*WHAT YOU HAVE TO DO*.
Looking at the data that follows, count the lines containing the word "const" and write down only that count.

▼▼▼

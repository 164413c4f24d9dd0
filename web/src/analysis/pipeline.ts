/**
 * The capture path, in the page: the same stages as `glowprint spectrum` (src/cli/spectrum.ts analyseSpectrumInput)
 * on an image the page decoded or a frame it captured — findBand (unless the band is given) → extractSpectrum
 * (optimal extraction) → findPeaksDetailed — and on spectrum CSV text. Pure: used by the analysis worker and the tests.
 */
import { InputError } from '../../../src/core/errors.js';
import { findBand } from '../../../src/core/spectrum/findBand.js';
import { type ExtractSpectrumOptions, extractSpectrum } from '../../../src/core/spectrum/extract.js';
import { findPeaksDetailed, peaksToWavelength } from '../../../src/core/spectrum/peaks/index.js';
import { parseSpectrumCsv } from '../../../src/core/spectrum/spectrumCsv.js';
import type { BandGeometry, LinearImage, Peak, Spectrum } from '../../../src/core/types.js';

export interface SpectrumCapture {
  /** File name, or "camera frame" with the time. */
  sourceName: string;
  kind: 'photo' | 'csv' | 'camera';
  /** Size of the (upright) image the band lives in; null for a CSV spectrum. */
  image: { widthPx: number; heightPx: number } | null;
  /** zeroOrderPx: where along the band the zero order lies that the band search found and left out (as spectrum --json). */
  band: (BandGeometry & { source: 'found' | 'manual'; zeroOrderPx?: number }) | null;
  spectrum: Spectrum;
  peaks: Peak[];
  /** Noise σ and detection threshold of the peak search. */
  noise: number;
  threshold: number;
  /** CSV input: whether the positions are pixels or wavelengths. */
  axis?: 'pixel' | 'wavelength';
  warnings: string[];
}

export interface AnalyseImageOptions {
  sourceName: string;
  kind: 'photo' | 'camera';
  /** The band to extract; found automatically when absent. */
  band?: BandGeometry;
  /** Offset of `image` in the frame the band is given in (a crop around the band), px. @default {x: 0, y: 0} */
  origin?: { x: number; y: number };
  /** Size of that frame; @default the image's. */
  frame?: { widthPx: number; heightPx: number };
}

/** Image → band → optimal extraction → peak table. Band and positions are in frame coordinates. */
export function analyseImage(image: LinearImage, options: AnalyseImageOptions): SpectrumCapture {
  const origin = options.origin ?? { x: 0, y: 0 };
  const warnings: string[] = [];
  let band: BandGeometry;
  let bandSource: 'found' | 'manual';
  let extraction: ExtractSpectrumOptions = {};
  let zeroOrderPx: number | undefined;
  if (options.band) {
    band = options.band;
    bandSource = 'manual';
  } else {
    const found = naming(options.sourceName, () => findBand(image, { source: options.sourceName }));
    band = { ...found.band, center: { x: found.band.center.x + origin.x, y: found.band.center.y + origin.y } };
    bandSource = 'found';
    extraction = found.extraction;
    zeroOrderPx = found.diagnostics.zeroOrder?.positionPx;
    warnings.push(...found.warnings);
  }
  const local: BandGeometry = { ...band, center: { x: band.center.x - origin.x, y: band.center.y - origin.y } };
  const extracted = naming(options.sourceName, () => extractSpectrum(image, local, extraction));
  warnings.push(...extracted.warnings);
  const search = naming(options.sourceName, () => findPeaksDetailed(extracted.spectrum));
  warnings.push(...search.warnings);
  return {
    sourceName: options.sourceName,
    kind: options.kind,
    image: options.frame ?? { widthPx: image.width, heightPx: image.height },
    band: { ...band, source: bandSource, ...(zeroOrderPx !== undefined ? { zeroOrderPx } : {}) },
    spectrum: extracted.spectrum,
    peaks: search.peaks,
    noise: search.noise,
    threshold: search.threshold,
    warnings,
  };
}

/** Spectrum CSV text → peak table (wavelengths filled in when the file has a wavelength column). */
export function analyseSpectrumText(text: string, sourceName: string): SpectrumCapture {
  const table = parseSpectrumCsv(text, { source: sourceName });
  const search = findPeaksDetailed(table.spectrum);
  const peaks = table.spectrum.wavelengthNm ? peaksToWavelength(search.peaks, table.spectrum) : search.peaks;
  return {
    sourceName,
    kind: 'csv',
    image: null,
    band: null,
    spectrum: table.spectrum,
    peaks,
    noise: search.noise,
    threshold: search.threshold,
    axis: table.axis,
    warnings: [...table.warnings, ...search.warnings],
  };
}

/** Core stages do not know the file: their bad-input messages get its name in front (as the CLI does). */
function naming<T>(source: string, stage: () => T): T {
  try {
    return stage();
  } catch (err) {
    if (err instanceof InputError && !err.message.includes(source)) throw new InputError(`${source}: ${err.message}`, source);
    throw err;
  }
}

▲▲▲

*OUTPUT FOR THIS EXERCISE*.
9